Computational Fluid Dynamics: its Carbon Footprint and Role in Carbon Emission Reduction

Turbulent flow physics regulates the aerodynamic properties of lifting surfaces, the thermodynamic efficiency of vapor power systems, and exchanges of natural and anthropogenic quantities between the atmosphere and ocean, to name just a few applications. The dynamics of turbulent flows are described via numerical integration of the non-linear Navier-Stokes equation – a procedure known as computational fluid dynamics (CFD). At the dawn of scientific computing in the late 1950s, it would be many decades before terms such as “carbon footprint” or “sustainability” entered the lexicon, and longer still before these themes attained national priority throughout advanced economies.
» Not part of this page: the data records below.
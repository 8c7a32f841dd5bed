/**
 * A Monte Carlo quantity's percentiles and SD with their own precision
 * (numerics/sampling/order-statistics.ts), as the report's fields and words: per percentile
 * (2.5, median, 97.5) its distribution-free 95% interval from order statistics, the standard
 * uncertainty that interval gives (its width / (2 · 1.96)) and the percentile shown to the place
 * of that uncertainty's first digit, as a verdict's probability is shown to its standard error's
 * (uncertainty-precision.ts); the SD's large-sample standard error from the samples' kurtosis, and
 * the SD shown to the place of its first digit. Each ± by the one rule of uncertainty-digits.ts.
 * Nothing else is computed from them: the defined names `_p025`, `_p975`, `_sd` are unchanged.
 */
import type { PercentilePrecision } from '../engine/report.ts';
import { formatNumber, type ReportQuantity } from '../units/quantity.ts';
import { quantileInterval, sdSE, fewestForInterval } from '../numerics/sampling/order-statistics.ts';
import { shownPlace, leadingPlace, toPlace } from '../numerics/sampling/mc-precision.ts';
import { withUnit, plusMinus, figureDigits } from './uncertainty-digits.ts';

/** How a result's SI numbers are reported: a value in its unit, a difference in the SD's unit. */
export interface ResultScale {
  at(si: number): ReportQuantity;
  diff(si: number): ReportQuantity;
}

/** The percentiles of a summary, in SI. */
export interface SampleFigures {
  readonly sorted: Float64Array;
  readonly p025: number;
  readonly median: number;
  readonly p975: number;
  readonly sd: number;
  readonly kurtosis: number;
}

export interface PercentileFields {
  percentiles: { p025: PercentilePrecision; median: PercentilePrecision; p975: PercentilePrecision };
  sdSE: ReportQuantity;
  percentilePrecision: string;
}

const KEYS = [['p025', 0.025, '2.5 percentile'], ['median', 0.5, 'median'], ['p975', 0.975, '97.5 percentile']] as const;

const count = (n: number): string => n.toLocaleString('en-US');
/** The samples' kurtosis to the place of its own standard error's first digit, sqrt(24/n) for normal samples (more for others): "4.0" at 2,000 samples. */
const kurtosisText = (k: number, n: number): string => toPlace(k, shownPlace(k, Math.sqrt(24 / n)));

/** One percentile's fields and words. */
function onePercentile(sorted: Float64Array, p: number, label: string, si: number, scale: ResultScale): { fields: PercentilePrecision; words: string } {
  const q = scale.at(si);
  const ci = quantileInterval(sorted, p);
  if (ci.low === undefined || ci.high === undefined || ci.u === undefined) {
    const shown = withUnit(formatNumber(q.value), q.unit);
    return { fields: { shown }, words: `${label} ${shown} (fewer than ${count(fewestForInterval(p))} samples: no interval from order statistics)` };
  }
  const low = scale.at(ci.low), high = scale.at(ci.high), u = scale.diff(ci.u);
  const fields = { ci95: { low, high }, ranks: [ci.r, ci.s] as [number, number], coverage: ci.coverage, u };
  if (!(u.value > 0)) {
    const shown = withUnit(formatNumber(q.value), q.unit);
    return { fields: { shown, ...fields }, words: `${label} ${shown} ± 0 (the samples at both ends of its interval are equal)` };
  }
  // at most 12 significant digits of the value: past them a place shows the binary noise of its digits
  const place = shownPlace(q.value, u.value);
  const digits = toPlace(q.value, place);
  const finer = q.value !== 0 ? Math.max(place / 10, leadingPlace(Math.abs(q.value)) * 1e-11) : place / 10;
  const ends = withUnit(`${toPlace(low.value, finer)} to ${toPlace(high.value, finer)}`, q.unit);
  return { fields: { shown: withUnit(digits, q.unit), ...fields }, words: `${label} ${plusMinus(digits, q.unit, u)} (${ends})` };
}

/**
 * The percentiles' and the SD's precision of a quantity's Monte Carlo samples (sorted, SI).
 * Cost: O(√n) per percentile; the samples are already sorted.
 */
export function percentileFields(s: SampleFigures, scale: ResultScale): PercentileFields {
  const n = s.sorted.length;
  const said: string[] = [];
  const percentiles = {} as PercentileFields['percentiles'];
  for (const [key, p, label] of KEYS) {
    const one = onePercentile(s.sorted, p, label, s[key], scale);
    percentiles[key] = one.fields;
    said.push(one.words);
  }
  const se = scale.diff(sdSE(s.sd, s.kurtosis, n));
  const sd = scale.diff(s.sd);
  const sdWords = s.sd > 0 && se.value > 0
    ? `SD ${plusMinus(figureDigits(sd.value, se.value).digits, sd.unit, se)}, to the place of its Monte Carlo standard error's first digit (SD·sqrt((κ − 1)/(4n)), the samples' kurtosis κ ${kurtosisText(s.kurtosis, n)})`
    : s.sd > 0 ? `SD ${withUnit(formatNumber(sd.value), sd.unit)} (its large-sample standard error is 0 at the samples' kurtosis ${kurtosisText(s.kurtosis, n)})` : 'the SD is 0: every sample gave the same value';
  return {
    percentiles, sdSE: se,
    percentilePrecision: `Percentiles, each to the place of its own Monte Carlo uncertainty (in brackets the 95% interval for the percentile itself, from order statistics): ${said.join('; ')}; ${sdWords}.`,
  };
}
This paper introduces a framework designed to calculate the carbon footprint of CFD and its contribution to carbon emission reduction strategies. We will distinguish between "hero" and "routine" calculations, noting that the carbon footprint of hero calculations is largely determined by the energy source mix utilized. We will also review CFD of flows where turbulence effects are modeled, thus reducing the degrees of freedom. Estimates of the carbon footprint are presented for such fully- and partially-resolved simulations as functions of turbulence activity and calculation year, demonstrating a reduction in carbon emissions by two to five orders of magnitude at practical conditions. Beyond analyzing CO2 emissions, we quantify the benefits of applying CFD towards overall carbon emission reduction. The community's effort to avoid redundant calculations via turbulence databases merits particular attention, with estimates indicating that a single database could potentially reduce CO2 emissions by approximately O(1) million metric tons. Additionally, implementing CFD in the fluids industry has markedly decreased dependence on wind tunnel testing, which is anticipated to lead to CO2 emission reduction.